Все причудливее и причудливее становится наша переписка: долголетнее. Я уже с трудом вспоминаю, о чем писала тебе полгода назад, год и более того. Но письмо, которое тебя расстроило - "нервозное", - помню хорошо. Прости меня! За что? Не за былую истеричность (я справилась, и ее давно уже нет и в помине), не за боль, которую ношу в сердце (разве от нее избавишься?!) за то, что доставила тебе несколько неприятных минут (дней? месяцев?). Как в далеком-далеком детстве говорила я и как сейчас говорит Машенька-второклассница: "Я не хотела и больше так не буду..."
Боже мой, любимый, как же мне тебя не хватает! Никогда не думала, что разлука так обостряет чувства, полагала - наоборот: притупляет.
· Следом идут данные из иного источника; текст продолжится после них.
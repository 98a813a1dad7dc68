// A YAML tree through a zod schema and then through the checks between fields, with every refusal turned
// into a problem with its line. Used by both loaders; knows neither file.
import { z } from 'zod';
import { type FilePath, type FileProblem, fileInvalid, pathText, shown } from './file-problems.ts';
import { nearestWord } from './nearest-word.ts';
import { parseYaml, type YamlTree } from './yaml-tree.ts';

/** A refusal of a check between fields. */
export interface Finding {
  path: FilePath;
  /** Follows `expected`; `; found …` is added. */
  expectation: string;
  advice?: string;
}

/** Beyond so many unknown keys in one mapping only their number is told. */
const unknownKeysTold = 20;

/** Text to checked values; throws FILE_INVALID with the lines of everything that is wrong. */
export function checkText<Schema extends z.ZodType>(
  text: string,
  file: string,
  schema: Schema,
  checkBetween: (checked: z.output<Schema>) => Finding[],
): z.output<Schema> {
  const tree = parseYaml(text, file);
  const outcome = schema.safeParse(tree.value);
  if (!outcome.success) {
    throw fileInvalid(file, schemaProblems(outcome.error.issues, tree, schema));
  }
  const problems = checkBetween(outcome.data).map((finding) => findingProblem(finding, tree));
  if (problems.length > 0) throw fileInvalid(file, problems);
  return outcome.data;
}

/** A mistyped key is also a missing one: told once, as mistyped. */
function schemaProblems(issues: z.core.$ZodIssue[], tree: YamlTree, schema: z.core.$ZodType): FileProblem[] {
  const meant = new Set<string>();
  const unknown = issues.flatMap((issue) =>
    issue.code === 'unrecognized_keys' ? unknownKeys(issue.keys, pathOf(issue), tree, schema, meant) : [],
  );
  const others = issues
    .filter((issue) => issue.code !== 'unrecognized_keys')
    .filter((issue) => !meant.has(pathText(pathOf(issue))) || tree.found(pathOf(issue)) !== 'nothing')
    .map((issue) => issueProblem(issue, tree));
  return [...unknown, ...others];
}

function pathOf(issue: z.core.$ZodIssue): FilePath {
  return issue.path.map((part) => (typeof part === 'number' ? part : String(part)));
}

function findingProblem(finding: Finding, tree: YamlTree): FileProblem {
  const { path, expectation, advice } = finding;
  const hint = advice === undefined ? '' : ` (${advice})`;
  const text = `expected ${expectation}; found ${tree.found(path)}${hint}`;
  return { line: tree.lineOf(path), path, text };
}

function issueProblem(issue: z.core.$ZodIssue, tree: YamlTree): FileProblem {
  const path = pathOf(issue);
  if (issue.code === 'invalid_key') {
    const expected = issue.issues[0]?.message ?? 'another key';
    return { line: tree.lineOf(path, 'key'), path, text: `expected ${expected}` };
  }
  const advice = issue.code === 'custom' ? issue.params?.['advice'] : undefined;
  const finding: Finding = { path, expectation: issue.message };
  if (typeof advice === 'string') finding.advice = advice;
  return findingProblem(finding, tree);
}

/** Adds the paths of the keys that were probably meant to `meant`. */
function unknownKeys(
  written: readonly string[],
  path: FilePath,
  tree: YamlTree,
  schema: z.core.$ZodType,
  meant: Set<string>,
): FileProblem[] {
  const known = knownKeys(schema, path);
  return written.map((key, i) => {
    if (i >= unknownKeysTold) return { line: tree.lineOf(path, 'key'), path, text: 'one more unknown key' };
    const near = nearestWord(key, known);
    if (near !== undefined) meant.add(pathText([...path, near]));
    const hint = near === undefined ? `known here: ${known.join(', ')}` : `did you mean \`${near}\`?`;
    const line = tree.lineOf([...path, key], 'key');
    return { line, path, text: `unknown key \`${shown(key, 40)}\`; ${hint}` };
  });
}

/** The keys a schema allows at a path. */
function knownKeys(schema: z.core.$ZodType, path: FilePath): string[] {
  let at = unwrapped(schema);
  for (const part of path) {
    if (at instanceof z.ZodObject) at = unwrapped(at.shape[part] as z.core.$ZodType);
    else if (at instanceof z.ZodArray) at = unwrapped(at.element);
    else if (at instanceof z.ZodRecord) at = unwrapped(at.valueType);
  }
  return at instanceof z.ZodObject ? Object.keys(at.shape) : [];
}

function unwrapped(schema: z.core.$ZodType): z.core.$ZodType {
  let at = schema;
  for (;;) {
    if (at instanceof z.ZodOptional || at instanceof z.ZodPrefault || at instanceof z.ZodDefault)
      at = at.unwrap();
    else if (at instanceof z.ZodPipe && at.in instanceof z.ZodTransform) at = at.out;
    else return at;
  }
}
Когда "накатывает" (я это так называю), я могу плакать целыми днями, не стыдясь. Не выходить на работу. Писать тебе письма многие-многие часы, а потом рвать их. Читать книгу и между строчек видеть - тебя! Это ужасная сентиментальность, но я... целую твою фотографию, исцеловываю ее до дыр. Когда "накатывает"...
...Так много хочется сказать тебе, а говорю все не то. Все совсем не то... И не так...
Славику скоро стукнет семнадцать. А когда ты получишь это письмо будет уже двадцать четыре. Наверное, появится и семья, пойдут дети. Мы с тобой станем дедушкой и бабушкой, хотя до "блудного патриарха" тебе еще далеко. Но все равно - безумие какое-то!
Помнишь наши страхи по поводу выбора Славиком профессии? Так вот: можно уже ничего не бояться. Он - физик несомненный. Дело даже не в том, что он на первом курсе Института физики поля (поступил - с блеском!), а в том скорее, что держится в нем неколебимая воля, причем никак не разберусь, чего здесь больше - талантливого фанатизма или фанатического таланта (вещи, по сути, глубоко разные, но равно неодолимые). Еще на подготовительном семинаре защитил он работу, которая произвела настоящую сенсацию. Я уж не говорю, что она была опубликована в "Ученых записках", дело не в этом: о Славике _заговорили_. А называлась работа так: "Непостоянство так называемой "постоянной Хаббла" и рентгеновское смещение галактических гамма-лучей". В чем существо ее, я так и не знаю: разобраться, понятное дело, не смогла, но какой-то подвох Авторитетам наш Славик определенно учинил.
В общем, я имею право им гордиться и помогать буду "юному ученому" нашему - всесильно.